Recent studies have shown that chromosomes in many organisms divide into discrete sections into different types of chromatin domains. In Mammals, chromosomes form smaller compartments along with small Topologically associating domains or simply TAD’s. These TAD’s will define the functional domains of gene regulation. The full level of functions of a TAD’s are yet to be known, as there is so much to learn from TAD’s functions like what more can these do, and some studies have shown that disrupting TADs leads to disease. Because changing the 3D structure of a chromosome will disrupt the entire gene regulation. The complex structure of a TADs is not fully understood, as researchers are still trying to find new things about TADs.
Prof. Angsheng Li a prominent Chinese scientist from the State Key Laboratory of Software Development Environment, Beihang University has discovered a new method for decoding topologically associating domains with ultra-low resolution Hi-C data. A Hi-C is one of the Chromosome conformation capture techniques, these are various molecular biology methods used to identify the structure of a chromatin in a cell which includes 3C, 4C, 5C, and Hi-C. Prof. Angsheng Li and his team have developed a new method for decoding TADs by structural entropy. With his research, Submegabase-size topologically associating domains (TAD) were found in high-throughput chromatin interaction data (Hi-C). But in order to detect the accurate TADs one has to follow ultra-deep sequencing methods or most advanced normalization procedures.

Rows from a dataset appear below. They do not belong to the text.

fn catalogue() -> Vec<Case> {
    let deep = format!(
        "species A = 1\nstep s A -> 0 @ law {}A{}\n",
        "(".repeat(100),
        ")".repeat(100)
    );
    let huge = format!(
        "species A = 1\nstep s A -> 0 @ 1 {}\n",
        "+".repeat(10_000_000)
    );
    let long_name = format!("species {} = 1\n", "x".repeat(5_000_000));
    // Nesting that no walk of the compiler may follow down the stack.
    let law = |body: String| format!("species A = 1\nstep s A -> 0 @ law A * {body}\n");
    let signs = law(format!("{}1", "-".repeat(10_000)));
    let powers = law(format!("{}1", "1 ^ ".repeat(10_000)));
    let calls = law(format!("{}0{}", "exp(".repeat(500), ")".repeat(500)));
    let parens = law(format!("{}1{}", "(".repeat(500), ")".repeat(500)));
    let mut v = vec![
        case("unknown species", "species A = 1\nstep s A -> Q @ 1\n", 2, 13, "unknown species `Q`"),
        case("duplicate species", "species A = 1\nspecies A = 2\n", 2, 9, "declared twice"),
        case("species named time", "species A = 1\nspecies time = 2\n", 2, 9, "`time` cannot name a species"),
        case("species and param share a name", "species A = 1\nparam A = 2\n", 2, 7, "declared twice"),
        case("duplicate label", "species A = 1\nstep s A -> 0 @ 1\nstep s A -> 0 @ 2\n", 3, 6, "used twice"),
        case("label clashes with a reverse", "species A = 1\nspecies B = 0\nstep s A <-> B @ 1, 1\nstep s_rev A -> B @ 1\n", 4, 6, "`s_rev` is used twice"),
        case("order 4", "species A = 10\nstep s 4 A -> 0 @ 1\n", 2, 8, "order 4"),
        case("order 4 after merging repeats", "species A = 10\nspecies B = 1\nstep s 2 A + B + A -> 0 @ 1\n", 3, 8, "order 4"),
        case("second-order constant in 1/s", "volume 1 fL\nspecies A = 1\nspecies B = 1\nstep s A + B -> 0 @ 2 /s\n", 4, 21, "needs dimension 1/(concentration·time)"),
        case("first-order constant in /M/s", "volume 1 fL\nspecies A = 1\nstep s A -> 0 @ 1e6 /M/s\n", 3, 17, "needs dimension 1/time"),
        case("zero-order constant without concentration", "volume 1 fL\nspecies A = 1\nstep s 0 -> A @ 3 /M\n", 3, 17, "needs dimension concentration/time"),
        case("negative constant", "species A = 1\nstep s A -> 0 @ -1\n", 2, 17, "at least 0"),
        case("negative param as a constant", "species A = 1\nparam k = -2 /s\nstep s A -> 0 @ k\n", 3, 17, "at least 0"),
        case("NaN spelled out", "param k = nan\n", 1, 11, "expected a number"),
        case("NaN from a law", "species A = 1\nstep s A -> 0 @ law (0 / 0) * A\n", 2, 22, "not a finite number"),
        case("infinite constant", "param k = 1e999\n", 1, 11, "finite"),
        case("concentration without a volume", "species A = 3 nM\n", 1, 13, "no volume"),
        case("count overflow", "species A = 1e18\n", 1, 13, "more than copyloop can count"),
        case("count overflow from a concentration", "volume 1 L\nspecies A = 1 M\n", 2, 13, "more than copyloop can count"),
        case("fractional molecules", "species A = 2.5\n", 1, 13, "not a whole number"),
        case("negative amount", "species A = -3\n", 1, 13, "at least 0"),
        case("unknown unit", "volume 1 fL\nspecies A = 3 nm\n", 2, 15, "unknown unit `nm`"),
        case("unknown unit after a slash", "species A = 1\nstep s A -> 0 @ 2 /sec\n", 2, 20, "unknown unit `sec`"),
        case("volume in a concentration unit", "volume 1 nM\n", 1, 8, "volume unit"),
        case("volume twice", "volume 1 fL\nvolume 2 fL\n", 2, 8, "set twice"),
        case("unbalanced parentheses in a law", "species A = 1\nstep s A -> 0 @ law (A * 2\n", 2, 27, "expected `)`"),
        case("closing parenthesis without opening", "species A = 1\nstep s A -> 0 @ law A * 2)\n", 2, 26, "found `)`"),
        case("missing @", "species A = 1\nstep s A -> 0 1\n", 2, 15, "expected `@`"),
        case("missing arrow", "species A = 1\nspecies B = 1\nstep s A B @ 1\n", 3, 10, "expected `->` or `<->`"),
        case("missing reverse rate", "species A = 1\nspecies B = 0\nstep s A <-> B @ 1\n", 3, 19, "reverse rate"),
        case("two rates on a one-way step", "species A = 1\nstep s A -> 0 @ 1, 2\n", 2, 18, "one-way"),
        case("unknown statement", "spec A = 1\n", 1, 1, "expected `volume`, `compartment`, `species`"),
        case("missing equals sign", "species A 1\n", 1, 11, "expected `=`"),
        case("bad coefficient", "species A = 1\nstep s 0.5 A -> 0 @ 1\n", 2, 8, "not a valid coefficient"),
        case("half-life on a second-order step", "species A = 1\nspecies B = 1\nstep s A + B -> 0 @ half-life 3 s\n", 3, 21, "first-order"),
        case("half-life that is not a time", "volume 1 fL\nspecies A = 1\nstep s A -> 0 @ half-life 3 nM\n", 3, 27, "positive time"),
        case("law with the wrong dimension", "volume 1 fL\nspecies A = 1\nstep s 0 -> A @ law 2 * A\n", 3, 21, "has dimension concentration"),
        case("law with an unknown name", "species A = 1\nstep s 0 -> A @ law k * A\n", 2, 21, "unknown name `k`"),
        case("law adding unlike dimensions", "volume 1 fL\nspecies A = 1\nparam k = 1 /s\nstep s 0 -> A @ law A + k\n", 4, 21, "cannot add"),
        case("unknown function", "species A = 1\nstep s 0 -> A @ law sqr(A)\n", 2, 21, "unknown function `sqr`"),
        case("kd with the wrong dimension", "volume 1 fL\nspecies A = 1\nspecies B = 1\nspecies C = 0\nstep s A + B <-> C @ 1e6 /M/s, kd 3 /s\n", 5, 35, "should have dimension concentration"),
        case("kd on a forward rate", "species A = 1\nstep s A -> 0 @ kd 3\n", 2, 17, "`kd` can only"),
        case("param used as a species", "param k = 1\nstep s k -> 0 @ 1\n", 2, 8, "is a param, not a species"),
        case("species used as a rate", "species A = 1\nstep s A -> 0 @ A\n", 2, 17, "is a species"),
        case("unknown param", "species A = 1\nstep s A -> 0 @ kx\n", 2, 17, "unknown param `kx`"),
        case("keyword as a name", "species law = 1\n", 1, 9, "keyword"),
        case("empty file", "", 1, 1, "no statements"),
        case("only comments", "# nothing here\n\n   \n", 1, 1, "no statements"),
        case("control character", "species A = 1\u{7}\n", 1, 14, "control character"),
        case("stray less-than", "species A = 1\nstep s A <- B @ 1\n", 2, 10, "`<->`"),
        case("expression nested too deeply", &deep, 2, 0, "nested more than 64 levels deep"),
        case("10,000 signs in a row", &signs, 2, 0, "nested more than 64 levels deep"),
        case("10,000 powers in a row", &powers, 2, 0, "nested more than 64 levels deep"),
        case("calls nested 500 deep", &calls, 2, 0, "nested more than 64 levels deep"),
        case("parentheses nested 500 deep", &parens, 2, 0, "nested more than 64 levels deep"),
        case("kd in concentration without a volume", "species A = 10\nspecies B = 10\nspecies C = 0\nstep bind A + B <-> C @ 0.01, kd 5 nM\n", 4, 34, "no volume to turn them into molecules"),
        case("law constant in concentration without a volume", "species A = 10\nparam K = 3 nM\nstep s 0 -> A @ law 1 molecules/s * sat(A, K)\n", 3, 41, "the network has no volume, so species are counts"),
        case("error after a byte-order mark", "\u{feff}species A = 1\nstep s A -> Q @ 1\n", 2, 13, "unknown species `Q`"),
        case("a 10 MB line", &huge, 2, 19, "expected the end of the line"),
        case("a 5 MB name", &long_name, 1, 9, "names are at most"),
        // Compartments, doses, infusions, events and time (one case per rule of the language).
        case("dose of an unknown species", "species A = 1\ndose Q += 5 molecules at 1 s\n", 2, 6, "unknown species `Q`"),
        case("dose of a clamped species", "species A = 1 clamped\ndose A += 5 molecules at 1 s\n", 2, 6, "clamped"),
        case("dose time without a unit", "species A = 1\ndose A += 5 molecules at 100\n", 2, 26, "with its unit"),
        case("repeated dose without an end", "species A = 1\ndose A += 5 molecules at 0 s every 1 h\n", 2, 36, "needs an end"),
        case("dose period of zero", "species A = 1\ndose A += 5 molecules at 0 s every 0 s times 3\n", 2, 36, "above 0 s"),
        case("dose schedule ending before it starts", "species A = 1\ndose A += 5 molecules at 2 h every 1 h until 1 h\n", 2, 46, "ends before its first dose"),
        case("until without every", "species A = 1\ndose A += 5 molecules at 2 h until 5 h\n", 2, 36, "needs `every"),
        case("dose count not whole", "species A = 1\ndose A += 5 molecules at 2 h every 1 h times 2.5\n", 2, 46, "whole number of doses"),
        case("dose in concentration without a volume", "species A = 1\ndose A += 5 nM at 1 s\n", 2, 11, "needs a volume"),
        case("dose that is not an amount", "species A = 1\ndose A += 5 s at 1 s\n", 2, 11, "concentration or molecules"),
        case("dose without +=", "species A = 1\ndose A 5 at 1 s\n", 2, 8, "expected `+=`"),
        case("event assigns a clamped species", "species A = 1 clamped\nstep s A -> 0 @ 1\nwhen A > 0 : A = 0\n", 3, 14, "clamped: an event cannot change it"),
        case("event assigns an unknown name", "species A = 1\nstep s A -> 0 @ 1\nwhen A > 0 : B = 0\n", 3, 14, "unknown name `B`"),
        case("event assigns a compartment", "compartment c = 1 fL\nspecies A = 1\nstep s A -> 0 @ 1\nwhen A > 0 nM : c = 2 fL\n", 4, 17, "is a compartment"),
        case("trigger on nothing", "species A = 1\nparam p = 2\nstep s A -> 0 @ p\nwhen p > 1 : A = 0\n", 4, 6, "can never trigger"),
        case("condition that is not a comparison", "species A = 1\nstep s A -> 0 @ 1\nwhen A : A = 0\n", 3, 6, "compares values"),
        case("time compared without a unit", "species A = 1\nstep s A -> 0 @ 1\nwhen time > 100 : A = 0\n", 3, 6, "times need a unit"),
        case("condition varying smoothly with time", "species A = 1\nstep s A -> 0 @ 1\nwhen sin(time / 1 s) > 0.5 : A = 0\n", 3, 6, "compared with a fixed time"),
        case("chained comparison", "species A = 1\nstep s A -> 0 @ 1\nwhen 0 < A < 5 : A = 0\n", 3, 12, "cannot be chained"),
        case("conflicting events at one instant", "species A = 1\nstep s A -> 0 @ 1\ndose A += 5 molecules at 10 s\nwhen time >= 10 s : A = 0\n", 4, 1, "conflicts with line 3"),
        case("one event assigns a name twice", "species A = 1\nstep s A -> 0 @ 1\nwhen A > 0 : A = 0, A += 1\n", 3, 21, "assigned twice"),
        case("assigned value of the wrong dimension", "volume 1 fL\nspecies A = 1\nstep s A -> 0 @ 1 /s\nwhen A > 0 nM : A = 2 s\n", 4, 21, "concentration or molecules"),
        case("event without a colon", "species A = 1\nstep s A -> 0 @ 1\nwhen A > 0 A = 0\n", 3, 12, "expected `:`"),
        case("event ending in something but at start", "species A = 1\nstep s A -> 0 @ 1\nwhen A > 0 : A = 0 at end\n", 3, 23, "expected `start`"),
        case("volume beside compartments", "volume 1 fL\ncompartment c = 2 fL\n", 2, 13, "not both"),
        case("species without its compartment", "compartment a = 1 fL\ncompartment b = 2 fL\nspecies A = 1\n", 3, 9, "say which compartment"),
        case("unknown compartment", "compartment a = 1 fL\nspecies A in z = 1\n", 2, 14, "unknown compartment `z`"),
        case("reactants in two compartments", "compartment a = 1 fL\ncompartment b = 2 fL\nspecies A in a = 1\nspecies B in b = 1\nstep s A + B -> 0 @ 1e6 /M/s\n", 5, 8, "different compartments"),
        case("zero-order products in two compartments", "compartment a = 1 fL\ncompartment b = 2 fL\nspecies A in a = 1\nspecies B in b = 1\nstep s 0 -> A + B @ 1 nM/s\n", 5, 6, "different compartments"),
        case("clearance on a second-order step", "volume 1 fL\nspecies A = 1\nspecies B = 1\nstep s A + B -> 0 @ clearance 1 fL/s\n", 4, 21, "first-order"),
        case("clearance without a volume", "species A = 1\nstep s A -> 0 @ clearance 1 fL/s\n", 2, 17, "needs the volume"),
        case("clearance that is not a volume per time", "volume 1 fL\nspecies A = 1\nstep s A -> 0 @ clearance 1 /s\n", 3, 27, "volume per time"),
        case("infusion rate without a unit", "species A = 1\ninfuse A at 5 from 1 s to 2 s\n", 2, 13, "amount per time"),
        case("infusion ending before it starts", "species A = 1\ninfuse A at 5 molecules/s from 2 s to 1 s\n", 2, 39, "end after it starts"),
        case("infusion of an unknown species", "species A = 1\ninfuse Q at 5 molecules/s from 1 s to 2 s\n", 2, 8, "unknown species `Q`"),
        case("pulse with a period of zero", "species A = 1\nstep s 0 -> A @ law 1 molecules/s * pulse(time, 0 s, 0 s)\n", 2, 37, "period > 0"),
        case("param named time", "param time = 3 s\n", 1, 7, "cannot name a param"),
        case("compartment named time", "compartment time = 3 fL\n", 1, 13, "cannot name a compartment"),
        case("half-life that events change", "species A = 1\nparam h = 2 s\nstep s A -> 0 @ half-life h\nwhen A > 5 : h = 3 s\n", 3, 27, "half-life cannot be a param that events change"),
        case("law that is a condition", "species A = 1\nstep s 0 -> A @ law A > 1\n", 2, 21, "a condition, not a rate"),
    ];
    v.push(Case {
        name: "binary bytes",
        text: vec![0x00, 0x01, 0xff, 0xfe, b'\n', 0x80],
        line: 1,
        col: 3,
        says: "not UTF-8",
    });
    v.push(Case {
        name: "UTF-16 text",
        text: b"\xff\xfes\x00p\x00e\x00c\x00".to_vec(),
        line: 1,
        col: 1,
        says: "UTF-16 text, not UTF-8",
    });
    v.push(Case {
        name: "binary after text",
        text: b"species A = 1\nstep s A -> 0 @ 1\n\x89PNG\r\n\x1a\n\x00\x00".to_vec(),
        line: 3,
        col: 1,
        says: "not UTF-8",
    });
    v
}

But, Prof. Angsheng Li has proposed a fast and normalization free method to decode the domains in chromosomes (deDoc) using structural information theory, a new theory proposed early by Prof Li and his coworker. In his method, he has treated the Hi-C contact matrix as the representation of a graph, in this, (deDoc) divides the graph into segments with minimal structural entropy and also showed that structural entropy can also be used to determine proper bin size of the Hi-C data. By the application of (deDoc) to collected Hi-C data from 10 single cells, Prof. Angsheng Li and his team were able to detect megabase-size TAD-like domains. This result indicates that the modular structure of a genome spatial organization is common to even a small cohort of single cells. His algorithms will help in conducting further investigations of chromosomal domains on a larger scale.
About the author:
Prof. Angsheng Li is from the State Key Laboratory of Software Development Environment, Beihang University. Angsheng Li was Research Professor of Institute of Software, Chinese Academy of Sciences from 1999 – 2018. He was born in 1964. He got first degree in Mathematics in Yunnan Normal University in 1984, and ph D in 1993 in Institute of Software, Chinese Academy of Sciences. He has been working for the Institute of Software, Chinese Academy of Sciences since 1993 after he finished his ph D. From 1998 to 2002, he was a visiting and Research Fellow in University of Leeds, working with Professor Barry Cooper (an academic descendant of Alan Turing) in Computability Theory. In 2003, he was awarded the Distinguished Young Investigator award of the National Natural Science Foundation of China. In 2008, he was selected by the Hundred Talent Program of Chinese Academy of Sciences. From 2008 to 2009, he was a visiting scientist in Computer Science Department, working with Professor Juris Hartmanis (the founder of Computational Complexity Theory). In 2012, he was invited as a visiting fellow by Isaac Newton Institute of Mathematical Sciences. His research areas include Computability Theory, Computational Theory, Network Theory and Information Science. In Computability theory, he solved a 40-year old open problem proposed by Lachlan. In the theory of information and computation, he proposed the notion of encoding tree of graphs, the metrics of structural entropy of graphs, compressing information of graphs and decoding information of graphs, and established the fundamental theory of structural information theory. The new theory provides the principles for networks and for data analysis. This theory resolved the grand challenges proposed by Shannon and Brooks in 1953 and 2003, respectively.